Их слов Лева почему-то не запомнил. Почему-то вытеснил их из памяти.

Почему-то он также был уверен, что все это происходило не в палате, где лежала Нина, откуда такая уверенность была непонятно, но уверенность абсолютная, что к ней это не имеет ровно никакого отношения. (И в своей правоте он позднее убедился, косвенным, так сказать, образом.)

Но ощущение чужих липких тайн, чужого липкого бесстыдства – во время сеанса ему сначала мешало, он крутил головой, пытаясь определить участников ночного похода, но в ярком свете дня, в торжественной обстановке, их не узнал.

Скорее всего, они ходили к своим же девчонкам, к «старым», хотя кто его знает, потом он кое-что понял на эту тему, кое-что осознал, но был, по крайней мере, страшно рад, что после сеанса «старички» исчезли, унесли с собой этот сюжет навсегда…

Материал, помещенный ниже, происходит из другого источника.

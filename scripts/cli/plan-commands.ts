// The cleaning planner: plan, what-if, bookings, calendar and exports.
import type { Command } from "commander";
import fs from "node:fs";
import os from "node:os";
import path from "node:path";
import type { Actor } from "../../lib/data/record-audit";
import { getPrisma } from "../../lib/db";
import { acceptProposals, listBookings, moveBooking, releaseBooking } from "../../lib/planning/bookings";
import { exportPlan, PLAN_EXPORT_FORMATS, type PlanExportFormat } from "../../lib/planning/export-plan";
import { PlanningError } from "../../lib/planning/load-plan-input";
import { planDocument, type PlanDocument } from "../../lib/planning/plan-document";
import { latestPlanRun, runPlan } from "../../lib/planning/run-plan";
import { addCalendarWindow, getPlanSettings, listCalendarWindows, listExclusionGroups, removeCalendarWindow, setExclusionGroup, updatePlanSettings } from "../../lib/planning/site-calendar";
import { printJson, UsageError, withDatabase } from "./context";

const cliActor = (): Actor => ({ userId: null, name: `cli:${os.userInfo().username}` });

/** The site to plan: --site, or the only site in the database. */
async function resolveSite(code: string | undefined): Promise<string> {
  if (code) return code;
  const sites = await getPrisma().site.findMany({ select: { code: true } });
  if (sites.length === 1) return (sites[0] as { code: string }).code;
  throw new UsageError(sites.length === 0 ? "the database holds no site yet" : `several sites (${sites.map((site) => site.code).join(", ")}): choose one with --site`);
}

async function planning<T>(work: () => Promise<T>): Promise<T> {
  try {
    return await work();
  } catch (error) {
    if (error instanceof PlanningError) throw new UsageError(error.message);
    throw error;
  }
}

const money = (value: number, currency: string) => `${Math.round(value).toLocaleString("en-GB")} ${currency}`;

function printPlan(document: PlanDocument): void {
  const { totals, solver } = document;
  console.log(`Plan ${document.id} (${document.kind}) of ${document.site.code}: ${document.horizon.start} to ${document.horizon.end}, ${document.horizon.weeks} weeks`);
  console.log(`Status ${document.status} (HiGHS: ${solver.status}), gap ${solver.gap === null ? "n/a" : `${(solver.gap * 100).toFixed(3)} %`}, ${solver.solveSeconds.toFixed(2)} s`);
  console.log(`Cost ${money(totals.planCost, totals.currency)} against ${money(totals.noCleaningCost, totals.currency)} without cleaning: saves ${money(totals.saving, totals.currency)}`);
  for (const cleaning of document.cleanings) {
    console.log(`  ${cleaning.start}  ${cleaning.tag.padEnd(10)} ${cleaning.state.padEnd(8)} ${cleaning.window.padEnd(14)} saves ${money(cleaning.savingVsNoCleaning, totals.currency)}`);
  }
  for (const violation of document.violations) console.log(`  ! ${violation.message}`);
  for (const excluded of document.excluded) console.log(`  - ${excluded.tag} not planned: ${excluded.reason}`);
  if (document.comparison) {
    const { comparison } = document;
    console.log(`Against plan ${comparison.previousRunId}: ${comparison.changes.length} asset(s) changed, cost ${comparison.costDifference >= 0 ? "+" : ""}${money(comparison.costDifference, totals.currency)}`);
    for (const change of comparison.changes) console.log(`  ${change.tag}: ${change.change} ${change.from.join(",") || "-"} -> ${change.to.join(",") || "-"} (${change.costDifference >= 0 ? "+" : ""}${money(change.costDifference, totals.currency)})`);
  }
  console.log(document.advisory);
}

const numberOption = (value: string | undefined, name: string): number | undefined => {
  if (value === undefined) return undefined;
  const parsed = Number(value);
  if (!Number.isFinite(parsed)) throw new UsageError(`${name} must be a number, got "${value}"`);
  return parsed;
};

export function registerPlanCommands(program: Command): void {
  program
    .command("plan")
    .description("propose cleaning dates for a site (mixed-integer programme, HiGHS); stores the run and compares it with the previous plan")
    .option("--site <code>", "site code (default: the only site)")
    .option("--fuel-factor <x>", "what-if: multiply fuel prices, e.g. 1.3")
    .option("--co2-factor <x>", "what-if: multiply CO2 prices")
    .option("--crew-delta <n>", "what-if: add (or remove, negative) crews in every week")
    .option("--show", "print the latest stored plan instead of planning again")
    .option("--json", "print the plan as JSON")
    .action(async (options: { site?: string; fuelFactor?: string; co2Factor?: string; crewDelta?: string; show?: boolean; json?: boolean }) => {
      const fuelPriceFactor = numberOption(options.fuelFactor, "--fuel-factor");
      const co2PriceFactor = numberOption(options.co2Factor, "--co2-factor");
      const crewCapacityDelta = numberOption(options.crewDelta, "--crew-delta");
      if (crewCapacityDelta !== undefined && !Number.isInteger(crewCapacityDelta)) throw new UsageError("--crew-delta must be a whole number");
      const whatIf = fuelPriceFactor !== undefined || co2PriceFactor !== undefined || crewCapacityDelta !== undefined;
      await withDatabase(async () =>
        planning(async () => {
          const siteCode = await resolveSite(options.site);
          let document: PlanDocument;
          if (options.show) {
            const run = await latestPlanRun(getPrisma(), siteCode);
            if (!run) throw new UsageError(`site ${siteCode} has no plan yet: run "plan" first`);
            document = planDocument(run);
          } else {
            const scenario = whatIf
              ? { ...(fuelPriceFactor !== undefined ? { fuelPriceFactor } : {}), ...(co2PriceFactor !== undefined ? { co2PriceFactor } : {}), ...(crewCapacityDelta !== undefined ? { crewCapacityDelta } : {}) }
              : undefined;
            document = await runPlan(getPrisma(), { siteCode, actor: cliActor(), ...(scenario ? { scenario } : {}) });
          }
          if (options.json) printJson(document);
          else printPlan(document);
        }),
      );
    });

  program
    .command("plan-export")
    .description("write the latest plan (or --run ID) as iCalendar, CSV or XLSX")
    .requiredOption("--format <format>", `one of ${PLAN_EXPORT_FORMATS.join(", ")}`)
    .option("--site <code>", "site code (default: the only site)")
    .option("--run <id>", "plan run id (default: the latest plan)")
    .option("--out <file>", "output file (default: standard output for ics and csv)")
    .action(async (options: { format: string; site?: string; run?: string; out?: string }) => {
      if (!PLAN_EXPORT_FORMATS.includes(options.format as PlanExportFormat)) throw new UsageError(`--format must be one of ${PLAN_EXPORT_FORMATS.join(", ")}, got "${options.format}"`);
      const format = options.format as PlanExportFormat;
      if (format === "xlsx" && !options.out) throw new UsageError("--out <file> is needed for xlsx");
      await withDatabase(async () =>
        planning(async () => {
          const siteCode = await resolveSite(options.site);
          const runId = numberOption(options.run, "--run");
          const run = runId === undefined ? await latestPlanRun(getPrisma(), siteCode) : await getPrisma().planRun.findFirst({ where: { id: runId, site: { code: siteCode } } });
          if (!run) throw new UsageError(runId === undefined ? `site ${siteCode} has no plan yet` : `no plan run ${runId} at ${siteCode}`);
          const file = await exportPlan(run, format, Date.now());
          if (options.out) {
            fs.writeFileSync(path.resolve(options.out), file.body);
            console.error(`Wrote ${file.body.length} bytes to ${options.out}`);
          } else process.stdout.write(file.body);
        }),
      );
    });

  const booking = program.command("booking").description("cleaning weeks fixed by the planner (kept by every re-plan)");
  booking
    .command("list")
    .option("--site <code>", "site code")
    .option("--json", "print JSON")
    .action(async (options: { site?: string; json?: boolean }) => {
      await withDatabase(async () =>
        planning(async () => {
          const rows = await listBookings(getPrisma(), await resolveSite(options.site));
          if (options.json) return printJson(rows);
          for (const row of rows) console.log(`${row.weekStart}  ${row.tag.padEnd(10)} ${row.origin}${row.note ? `  ${row.note}` : ""}`);
        }),
      );
    });
  booking
    .command("accept")
    .description("book the weeks the latest plan proposes (for --asset, or for every asset with --all)")
    .option("--site <code>", "site code")
    .option("--asset <tags...>", "asset tags")
    .option("--all", "every proposed cleaning")
    .action(async (options: { site?: string; asset?: string[]; all?: boolean }) => {
      if (!options.all && !options.asset?.length) throw new UsageError("name --asset <tag...> or --all");
      await withDatabase(async () =>
        planning(async () => {
          const made = await acceptProposals(getPrisma(), await resolveSite(options.site), options.all ? [] : (options.asset ?? []), cliActor());
          console.log(made.length ? made.map((entry) => `Booked ${entry.tag} for the week of ${entry.weekStart}`).join("\n") : "Nothing to book.");
        }),
      );
    });
  booking
    .command("move")
    .description("book an asset's cleaning for the week containing --week (replaces its future bookings)")
    .requiredOption("--asset <tag>", "asset tag")
    .requiredOption("--week <date>", "a date in the wanted week, YYYY-MM-DD")
    .option("--note <text>", "why", "")
    .action(async (options: { asset: string; week: string; note: string }) => {
      await withDatabase(async () =>
        planning(async () => {
          const result = await moveBooking(getPrisma(), options.asset, options.week, cliActor(), { note: options.note });
          console.log(`Booked ${result.tag} for the week of ${result.weekStart}${result.replaced.length ? ` (was ${result.replaced.join(", ")})` : ""}. Run "plan" to re-plan around it.`);
        }),
      );
    });
  booking
    .command("release")
    .description("remove an asset's future bookings so the planner chooses again")
    .requiredOption("--asset <tag>", "asset tag")
    .action(async (options: { asset: string }) => {
      await withDatabase(async () =>
        planning(async () => {
          const result = await releaseBooking(getPrisma(), options.asset, cliActor());
          console.log(`Released ${options.asset}: ${result.released.join(", ")}`);
        }),
      );
    });

  const calendar = program.command("calendar").description("planning settings, turnaround and blackout windows, exclusion groups");
  calendar
    .command("show")
    .option("--site <code>", "site code")
    .option("--json", "print JSON")
    .action(async (options: { site?: string; json?: boolean }) => {
      await withDatabase(async () =>
        planning(async () => {
          const siteCode = await resolveSite(options.site);
          const result = { settings: await getPlanSettings(getPrisma(), siteCode), windows: await listCalendarWindows(getPrisma(), siteCode), groups: await listExclusionGroups(getPrisma(), siteCode) };
          if (options.json) return printJson(result);
          const s = result.settings;
          console.log(`Crews ${s.crewCapacity}, horizon ${s.horizonWeeks} weeks, deadline ${s.deadlineQuantile.toUpperCase()}, at least ${s.minimumDaysBetweenCleanings} days between cleanings, solver limit ${s.timeLimitSeconds} s`);
          for (const window of result.windows) console.log(`  [${window.id}] ${window.kind.padEnd(10)} ${window.startDate} to ${window.endDate}  ${window.name}`);
          for (const group of result.groups) console.log(`  group ${group.name}: ${group.tags.join(", ")}`);
        }),
      );
    });
  calendar
    .command("settings")
    .option("--site <code>", "site code")
    .option("--crews <n>", "cleanings at once")
    .option("--horizon-weeks <n>", "planning horizon, weeks (1..105)")
    .option("--quantile <q>", "deadline quantile p10 | p50 | p90")
    .option("--min-days <n>", "days in service before the next cleaning")
    .option("--time-limit <s>", "solver time limit, seconds")
    .action(async (options: { site?: string; crews?: string; horizonWeeks?: string; quantile?: string; minDays?: string; timeLimit?: string }) => {
      const input: Record<string, unknown> = {};
      if (options.crews !== undefined) input.crewCapacity = numberOption(options.crews, "--crews");
      if (options.horizonWeeks !== undefined) input.horizonWeeks = numberOption(options.horizonWeeks, "--horizon-weeks");
      if (options.quantile !== undefined) input.deadlineQuantile = options.quantile;
      if (options.minDays !== undefined) input.minimumDaysBetweenCleanings = numberOption(options.minDays, "--min-days");
      if (options.timeLimit !== undefined) input.timeLimitSeconds = numberOption(options.timeLimit, "--time-limit");
      await withDatabase(async () =>
        planning(async () => {
          const after = await updatePlanSettings(getPrisma(), await resolveSite(options.site), input, cliActor());
          console.log(`Crews ${after.crewCapacity}, horizon ${after.horizonWeeks} weeks, deadline ${after.deadlineQuantile.toUpperCase()}, ${after.minimumDaysBetweenCleanings} days between cleanings, limit ${after.timeLimitSeconds} s`);
        }),
      );
    });
  calendar
    .command("add")
    .description("add a turnaround window (cleanings inside cost no extra outage) or a blackout (no cleaning)")
    .option("--site <code>", "site code")
    .requiredOption("--kind <kind>", "turnaround | blackout")
    .requiredOption("--name <text>", "name")
    .requiredOption("--from <date>", "first day, YYYY-MM-DD")
    .requiredOption("--to <date>", "last day, YYYY-MM-DD")
    .action(async (options: { site?: string; kind: string; name: string; from: string; to: string }) => {
      await withDatabase(async () =>
        planning(async () => {
          const row = await addCalendarWindow(getPrisma(), await resolveSite(options.site), { kind: options.kind, name: options.name, startDate: options.from, endDate: options.to }, cliActor());
          console.log(`Added ${row.kind} [${row.id}] ${row.name}: ${row.startDate} to ${row.endDate}`);
        }),
      );
    });
  calendar
    .command("remove")
    .option("--site <code>", "site code")
    .requiredOption("--id <id>", "window id (see calendar show)")
    .action(async (options: { site?: string; id: string }) => {
      const id = numberOption(options.id, "--id") as number;
      await withDatabase(async () =>
        planning(async () => {
          await removeCalendarWindow(getPrisma(), await resolveSite(options.site), id, cliActor());
          console.log(`Removed window ${id}.`);
        }),
      );
    });
  calendar
    .command("group")
    .description("exchangers that must never be out together (no tags: delete the group)")
    .option("--site <code>", "site code")
    .requiredOption("--name <text>", "group name")
    .option("--assets <tags...>", "asset tags", [])
    .action(async (options: { site?: string; name: string; assets: string[] }) => {
      await withDatabase(async () =>
        planning(async () => {
          await setExclusionGroup(getPrisma(), await resolveSite(options.site), options.name, options.assets, cliActor());
          console.log(options.assets.length ? `Group ${options.name}: ${options.assets.join(", ")}` : `Removed group ${options.name}.`);
        }),
      );
    });
}
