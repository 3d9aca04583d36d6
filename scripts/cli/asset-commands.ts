// Asset register commands.
import type { Command } from "commander";
import { listAssets } from "../../lib/data/list-assets";
import { getPrisma } from "../../lib/db";
import { printJson, withDatabase } from "./context";

export function registerAssetCommands(program: Command): void {
  program
    .command("assets")
    .description("list the exchangers in the asset register")
    .option("--json", "print JSON")
    .action(async (options: { json?: boolean }) => {
      await withDatabase(async () => {
        const assets = await listAssets(getPrisma());
        if (options.json) return printJson(assets);
        for (const asset of assets) {
          console.log(`${asset.tag.padEnd(10)} ${asset.unitCode.padEnd(6)} ${asset.service.padEnd(22)} ${asset.name}`);
        }
        console.log(`${assets.length} asset(s)`);
      });
    });
}
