"use server";

import { revalidatePath } from "next/cache";
import { requireRole } from "@/lib/auth/require-role";
import { acknowledgeAlert, AlertNotFoundError } from "@/lib/data/acknowledge-alert";
import { getPrisma } from "@/lib/db";

/** Acknowledges an instrument alert from the asset page. Engineers and admins. */
export async function acknowledgeAlertAction(formData: FormData): Promise<void> {
  const user = await requireRole("alerts.acknowledge");
  const id = Number(formData.get("alertId"));
  const tag = String(formData.get("tag") ?? "");
  const note = String(formData.get("note") ?? "").slice(0, 500);
  if (!Number.isInteger(id) || id < 1) throw new Error("alertId must be a positive whole number");
  try {
    await acknowledgeAlert(getPrisma(), id, user.email, note, user.id);
  } catch (error) {
    if (!(error instanceof AlertNotFoundError)) throw error;
  }
  revalidatePath(`/assets/${encodeURIComponent(tag)}`);
  revalidatePath("/");
}
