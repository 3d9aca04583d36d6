// Database set-up commands: migrate, seed-demo, reset-demo, status.
import type { Command } from "commander";
import { databaseStatus } from "../../lib/data/database-status";
import { refreshFleet } from "../../lib/data/refresh-fleet";
import { resetDemoFleet, seedDemoFleetIfEmpty } from "../../lib/data/seed-demo-fleet";
import { getPrisma } from "../../lib/db";
import { log, printJson, target, withDatabase } from "./context";

export function registerDatabaseCommands(program: Command): void {
  program
    .command("migrate")
    .description("apply pending database migrations (also done automatically at every start)")
    .action(async () => {
      await withDatabase(async (database) => {
        const { applied, alreadyApplied } = database.migrations;
        console.log(applied.length ? `Applied ${applied.length} migration(s): ${applied.join(", ")}` : `Database is up to date (${alreadyApplied} migration(s) applied before).`);
      });
    });

  program
    .command("seed-demo")
    .description("load the demo fleet (invented site) if the database holds no assets yet")
    .action(async () => {
      await withDatabase(async () => {
        const result = await seedDemoFleetIfEmpty(getPrisma(), { log });
        if (result) await refreshFleet(getPrisma(), { log });
        console.log(result ? `Loaded the demo fleet: ${result.assets} exchangers, ${result.readings} readings.` : "The database already holds assets; nothing loaded (use reset-demo to start over).");
      });
    });

  program
    .command("reset-demo")
    .description("delete ALL sites, assets and readings, then load the demo fleet afresh")
    .requiredOption("--yes", "confirm that all stored data may be deleted")
    .action(async () => {
      await withDatabase(async () => {
        const result = await resetDemoFleet(getPrisma(), { log });
        await refreshFleet(getPrisma(), { log });
        console.log(`Reset done: ${result.assets} exchangers, ${result.readings} readings.`);
      });
    });

  program
    .command("status")
    .description("show which database is used and what it holds")
    .option("--json", "print JSON")
    .action(async (options: { json?: boolean }) => {
      await withDatabase(async (database) => {
        const status = {
          database: target.kind === "embedded" ? { kind: "embedded", dataDir: target.dataDir, port: target.port, startedByThisCommand: database.embedded?.owned ?? false } : { kind: "external" },
          ...(await databaseStatus(getPrisma())),
        };
        if (options.json) return printJson(status);
        console.log(`Database: ${target.kind === "embedded" ? `embedded PostgreSQL on 127.0.0.1:${target.port}, data in ${target.dataDir}` : "external PostgreSQL (DATABASE_URL)"}`);
        console.log(`Migrations applied: ${status.migrations}`);
        console.log(`Sites: ${status.sites}  Assets: ${status.assets}  Readings: ${status.readings}  Cleanings: ${status.cleanings}`);
      });
    });
}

Первое, что увидел Лева, когда зашел в отделение (ему показали его кровать на втором этаже, в палате на двенадцать человек, он положил вещи и спустился вниз, в так называемую «комнату для занятий»), были «Правила».

Там не было указания, для кого эти правила – правила для больных, правила жизни в отделении, но было и так понятно, для кого, – для них, для психов.

Там были всякие разные пункты – расписание дня, прием лекарств, запрещение приносить с собой еду из дома, запрещение выходить за пределы отделения без разрешения, но одно правило, самое последнее, было выделено крупными, очень крупными буквами, и оно его поразило своей простотой и лаконичностью:

В ОТДЕЛЕНИИ ЗАПРЕЩАЕТСЯ УЕДИНЯТЬСЯ!

– Одному? Или вдвоем? – спросил Лева вслух каких-то ребят, которые были у него за спиной, и оглянулся. Их было двое, парень и девушка, они сидели за столом, парень держал руку на руке у девушки и смотрел на Леву с недвусмысленным выражением: а не пошел бы ты…

– По-всякому нельзя. И одному, и вдвоем, – радостно улыбаясь, сказала девушка. – Наказывают за это у нас. Так что ты запомни. Новенький?

– Новенький, – обалдело сказал Лева. И добавил: – Ну, тогда я пошел…

Он вышел, пытаясь осознать главное правило и почему его нарушают – им можно, они «старички», или просто они нарушают все, что можно нарушить, потому что такие психи, но вскоре понял: это было действительно главным правилом в отделении, но только правилом наоборот.

Его нарушали все.

Все и всегда.

Его нарушали во время танцев и просмотров телепередач в актовом зале, забравшись с ногами на широкий подоконник и закрывшись занавесками, его нарушали в саду (да, вот было еще одно потрясение – за маленьким двориком, за краснокирпичным двухэтажным, очень уютным, кстати, корпусом отделения располагался сад, огромный запущенный сад, где бегали местные собаки, а когда-то жили местные козы, дававшие молоко, но, говорят, отчего-то сдохли, парочки гуляли и в этом саду, и они с Ниной, разумеется, тоже), его нарушали в палатах – отделение строго было разбито на две половины, мужскую и женскую, и это соблюдалось, конечно, очень строго, но сидеть одному с книжкой, или тайно мастурбировать под одеялом, или просто лежать, наглотавшись таблеток – никому, конечно, не возбранялось.